I rechecked the Craftsman and the keyway slot is damaged, I was using the router when the nuts exploded, few dents in shop wall, lucky that they were thrown away from me.
I ordered a new Dewalt dwp611pk. 
Thanks Again for all the help.
Ken


----------



## jaguar1201 (Feb 4, 2015)

*Failure analysis of craftsman router*

Hi Ken, I am interested in more details on the Sears router that "exploded" the nuts.
Have you owned this router since it was new? 
Did the armature shaft fracture also?
What knowledge can you provide as to what might have cause the nuts to fracture?
Can you provide photos of the nut pieces and the router shaft, especially the end where the nuts seat?
How was the router being used when the incident happened?

In my mechanical engineering career, I did supervise a team of engineers that was engaged in failure analysis of IC engines/parts and turbochargers, so I do nave considerable expertise in assigning cause of failure to machine parts. Also, since I use several of this model router, I am concerned for my own safety as well.

Best of luck with the new router.
Rick Caruso


----------



## kboyt (Feb 25, 2015)

Rick
I have bought the router new from sears. The nut parts were thrown in about 3 peaces
around my shop. I was routing a soft board when the part broke. Maybe just old age?


----------



## jaguar1201 (Feb 4, 2015)

Hi KEN,
Since you bought a new router, I presume that you are no longer using the Craftsman that exploded the nut. If not, would you be willing to pass that 623793-01 nut on to another person that is in need of it and has contacted me looking for one? If you are willing to pass it on, I will put you in contact with the person that is looking for one.
Enrico Caruso


----------



## karl O (Mar 28, 2018)

jw2170 said:


> Welcome to the forum, Ken.
> 
> Unless you need to keep a very old router operating for some reason, I would look at replacing the router with an up to date variable speed router.
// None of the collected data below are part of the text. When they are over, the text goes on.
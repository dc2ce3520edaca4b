import { Injectable } from '@nestjs/common';
import { Decimal } from '@emberlot/shared/measure/decimal';
import { OrdersService, type Order } from '../orders/orders.service.js';
import { Clock } from '../platform/clock/clock.js';
import { Database } from '../platform/database/database.js';
import { notFound } from '../platform/errors/app-error.js';
import { drawPaper } from '../platform/pdf/paper.js';
import { ShopService } from '../settings/shop.service.js';
import { refusalOf } from './find-packable.js';
import { packingSlip } from './packing-slip.js';
import { PackingLookupRepository, type PackableRow } from './packing-lookup.repository.js';
import { lithiumDto } from './parcel-lithium.js';
import { ParcelLithiumService } from './parcel-lithium.service.js';
import type { ParcelDto, ParcelNeedDto, ParcelPageDto, ParcelState, ParcelsQuery } from './parcel.dto.js';
import { ParcelsRepository, type PackedItemRow, type ParcelNeedRow, type ParcelRow } from './parcels.repository.js';

const cautions: readonly string[] = [
  'The tip burns skin at once and stays hot after switching off.',
  'Solder with flux fumes: work where air is drawn away.',
  'Lithium cells: never crush, short or charge unattended.',
];

/** Parcels as people see them. Nothing here shows a price. */
@Injectable()
export class ParcelsService {
  constructor(
    private readonly clock: Clock,
    private readonly database: Database,
    private readonly orders: OrdersService,
    private readonly shop: ShopService,
    private readonly lithium: ParcelLithiumService,
    private readonly lookup: PackingLookupRepository,
    private readonly parcels: ParcelsRepository,
  ) {}

  async list(query: ParcelsQuery): Promise<ParcelPageDto> {
    const { items, total } = await this.parcels.findPage(this.database.handle, query);
    return {
      total,
      items: items.map(({ id: _id, openedAt, shippedAt, ...row }) => ({
        ...row,
        state: row.state as ParcelState,
        openedAt: openedAt.toISOString(),
        shippedAt: shippedAt?.toISOString() ?? null,
      })),
    };
  }

  /** @throws AppError `not_found` */
  async get(number: string): Promise<ParcelDto> {
    const handle = this.database.handle;
    const parcel = await this.parcels.find(handle, number);
    if (!parcel) throw notFound('parcel');
    const order = await this.orders.get(handle, parcel.order_id);
    const needs = await this.parcels.needs(handle, order.id, parcel.id);
    const partIds = parcel.status === 'packing' ? needs.map(({ partId }) => partId) : [];
    const lying = await this.lookup.lying(handle, partIds, this.clock.today());
    const { decision, kept, rows } = await this.lithium.decide(handle, parcel);
    return {
      ...rowOf(parcel, order),
      version: parcel.version,
      address: addressOf(order),
      weightG: parcel.weight_g,
      needs: needs.map((need) => needDto(need, lying)),
      items: (await this.parcels.items(handle, parcel.id)).map(itemDto),
      lithium: lithiumDto(decision, kept, rows),
      cautions: needs.some(({ form }) => form !== 'spare') ? [...cautions] : [],
    };
  }

  /** @throws AppError `not_found` */
  async slip(number: string): Promise<Buffer> {
    const parcel = await this.get(number);
    return drawPaper(packingSlip(parcel, await this.shop.get(this.database.handle), this.clock.now()));
  }
}

function rowOf(parcel: ParcelRow, order: Order) {
  return {
    number: parcel.number,
    order: order.number,
    state: parcel.status as ParcelState,
    recipient: order.recipient,
    country: order.country_code,
    promisedOn: order.promised_on,
    openedAt: parcel.opened_at.toISOString(),
    shippedAt: parcel.shipped_at?.toISOString() ?? null,
    carrier: parcel.carrier,
    trackingCode: parcel.tracking_code,
  };
}

function addressOf(order: Order): string[] {
  const place = `${order.postcode} ${order.city}`;
  const lines = [order.company, order.recipient, order.address_line, order.address_line_2, place, order.country_code];
  return lines.filter((line) => line !== null);
}

function needDto(need: ParcelNeedRow, lying: readonly PackableRow[]): ParcelNeedDto {
  return {
    id: need.id,
    title: need.title,
    bag: need.bag,
    part: need.part,
    partName: need.partName,
    measure: need.measure,
    traced: need.traced,
    quantity: new Decimal(need.quantity).toFixed(),
    packed: new Decimal(need.packed).toFixed(),
    places: lying
      .filter((row) => row.partId === need.partId && refusalOf(row) === undefined)
      .slice(0, 8)
      .map(({ bin, lot, quantity }) => ({ bin, lot, quantity: new Decimal(quantity).toFixed() })),
  };
}

function itemDto(item: PackedItemRow) {
  const { id, needId, part, lot, bin, serial } = item;
  const quantity = new Decimal(item.quantity).toFixed();
  return { id, needId, part, lot, bin, serial, quantity, packedAt: item.packedAt.toISOString() };
}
not true, the fix is simple If you cant find the part, change the locking system, take the cover off, and drill a hole in the top center of the cover so you can use a nipple wrench, a # 209 nipple wrench used for muzzle loading guns fits perfect, you can find them @ gun shops, farm & dept stores that have a gun sporting section. A $7- 15 fix. you use the wrench as an armature lock


----------



## Cherryville Chuck (Sep 28, 2010)

Hi Karl and welcome. Thanks for posting that. It may help someone else with that problem but the last post before yours was December 2015 so they probably have resolved the issue one way or another by now.


----------



## JOAT (Apr 9, 2010)

jw2170 said:


> Welcome to the forum, Ken.
> 
> Unless you need to keep a very old router operating for some reason, I would look at replacing the router with an up to date variable speed router.


I'm sure glad my routers aren't old, or I might have to replace them. Shucks, the oldest one I bought in probably 1997, not old at all. Of course, do have 4 or 5, so no biggie if one does die when it gets old. 
>


----------